[Source data]
• • • • • • •
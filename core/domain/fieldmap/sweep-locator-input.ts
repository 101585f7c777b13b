/**
 * A stored sweep as the locator's input: readings in time order with t in seconds from the sweep's
 * start at the position tap (a tap a moment before the recorded start counts from that tap), the
 * over-range flag and sample point carried through, the instrument figures of this analysis.
 */
import type { LocatorInputRaw } from "../../contracts/locator-input";
import type { LocatorPlan } from "../layout/to-locator-input";

export interface SweepReadingRow {
  id: string;
  x: number;
  y: number;
  takenAt: Date;
  ppm: number;
  atLeast: boolean;
  samplePoint: "grille" | "supply" | "return" | "floor" | "high" | "ambient";
  note: string;
}

export interface InstrumentFigures {
  transportDelayS: number;
  timeConstantS: number;
  alarmPpm: number;
}

export function sweepLocatorInput(
  plan: LocatorPlan,
  startedAt: Date,
  rows: readonly SweepReadingRow[],
  instrument: InstrumentFigures,
): { input: LocatorInputRaw; readingIds: string[] } {
  const sorted = [...rows].sort(
    (a, b) => a.takenAt.getTime() - b.takenAt.getTime() || (a.id < b.id ? -1 : a.id > b.id ? 1 : 0),
  );
  const t0 = Math.min(startedAt.getTime(), sorted[0]?.takenAt.getTime() ?? startedAt.getTime());
  return {
    readingIds: sorted.map((r) => r.id),
    input: {
      plan,
      instrument: { ...instrument },
      readings: sorted.map((r) => ({
        x: r.x,
        y: r.y,
        t: (r.takenAt.getTime() - t0) / 1000,
        ppm: r.ppm,
        ...(r.atLeast ? { atLeast: true } : {}),
        point: r.samplePoint,
        ...(r.note ? { note: r.note } : {}),
      })),
    },
  };
}
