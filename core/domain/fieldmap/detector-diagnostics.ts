/**
 * What the API adds to the locator's diagnostics about the instrument: an overdue calibration / bump
 * check (from the sweep's start warnings), settings that look mis-set, and an analysis run with
 * another transport delay than the detector's.
 */
import type { AnalysisDiagnostic } from "../../contracts/analysis";

export interface DetectorSnapshot {
  name: string;
  transportDelayS: number;
  timeConstantS: number;
  alarmPpm: number;
  overdueMessage: string | null;
}

// A hand detector's sample line and pump take a few seconds (Walk default 5 s, common practice, no
// published source); under 1 s or over 20 s usually means the figure was never set or was mistyped.
const DELAY_PLAUSIBLE: readonly [number, number] = [1, 20];
// Leak-search alarms of a few ppm are usual (default 2 ppm, common practice, no published source);
// above 10 ppm small leaks never alarm.
const ALARM_HIGHEST = 10;

export function detectorDiagnostics(
  d: DetectorSnapshot,
  used: { transportDelayS: number; timeConstantS: number },
): AnalysisDiagnostic[] {
  const out: AnalysisDiagnostic[] = [];
  if (d.overdueMessage) out.push({ kind: "detector-overdue", message: d.overdueMessage });
  const problems: string[] = [];
  if (d.transportDelayS < DELAY_PLAUSIBLE[0] || d.transportDelayS > DELAY_PLAUSIBLE[1]) {
    problems.push(
      `a transport delay of ${d.transportDelayS} s (hand detectors usually take ${DELAY_PLAUSIBLE[0]}–${DELAY_PLAUSIBLE[1]} s)`,
    );
  }
  if (d.timeConstantS > d.transportDelayS && d.transportDelayS > 0) {
    problems.push(
      `a response time constant (${d.timeConstantS} s) longer than its transport delay (${d.transportDelayS} s)`,
    );
  }
  if (d.alarmPpm > ALARM_HIGHEST) problems.push(`an alarm level of ${d.alarmPpm} ppm, too high to hear small leaks`);
  if (problems.length > 0) {
    out.push({
      kind: "detector-settings",
      message: `${d.name} was recorded with ${problems.join(" and ")}. Check the detector's settings; the positions on this map depend on them.`,
    });
  }
  if (used.transportDelayS !== d.transportDelayS || used.timeConstantS !== d.timeConstantS) {
    out.push({
      kind: "delay-changed",
      message: `This map uses a transport delay of ${used.transportDelayS} s and a time constant of ${used.timeConstantS} s instead of the detector's ${d.transportDelayS} s and ${d.timeConstantS} s.`,
    });
  }
  return out;
}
• • • • • • •
PROBLEM:
Produce a verbatim copy of the lines from the one holding "if (d.alarmPpm >" to the final line of the data, and nothing more.

ANSWER TO THIS EXERCISE:
  if (d.alarmPpm > ALARM_HIGHEST) problems.push(`an alarm level of ${d.alarmPpm} ppm, too high to hear small leaks`);
  if (problems.length > 0) {
    out.push({
      kind: "detector-settings",
      message: `${d.name} was recorded with ${problems.join(" and ")}. Check the detector's settings; the positions on this map depend on them.`,
    });
  }
  if (used.transportDelayS !== d.transportDelayS || used.timeConstantS !== d.timeConstantS) {
    out.push({
      kind: "delay-changed",
      message: `This map uses a transport delay of ${used.transportDelayS} s and a time constant of ${used.timeConstantS} s instead of the detector's ${d.transportDelayS} s and ${d.timeConstantS} s.`,
    });
  }
  return out;
}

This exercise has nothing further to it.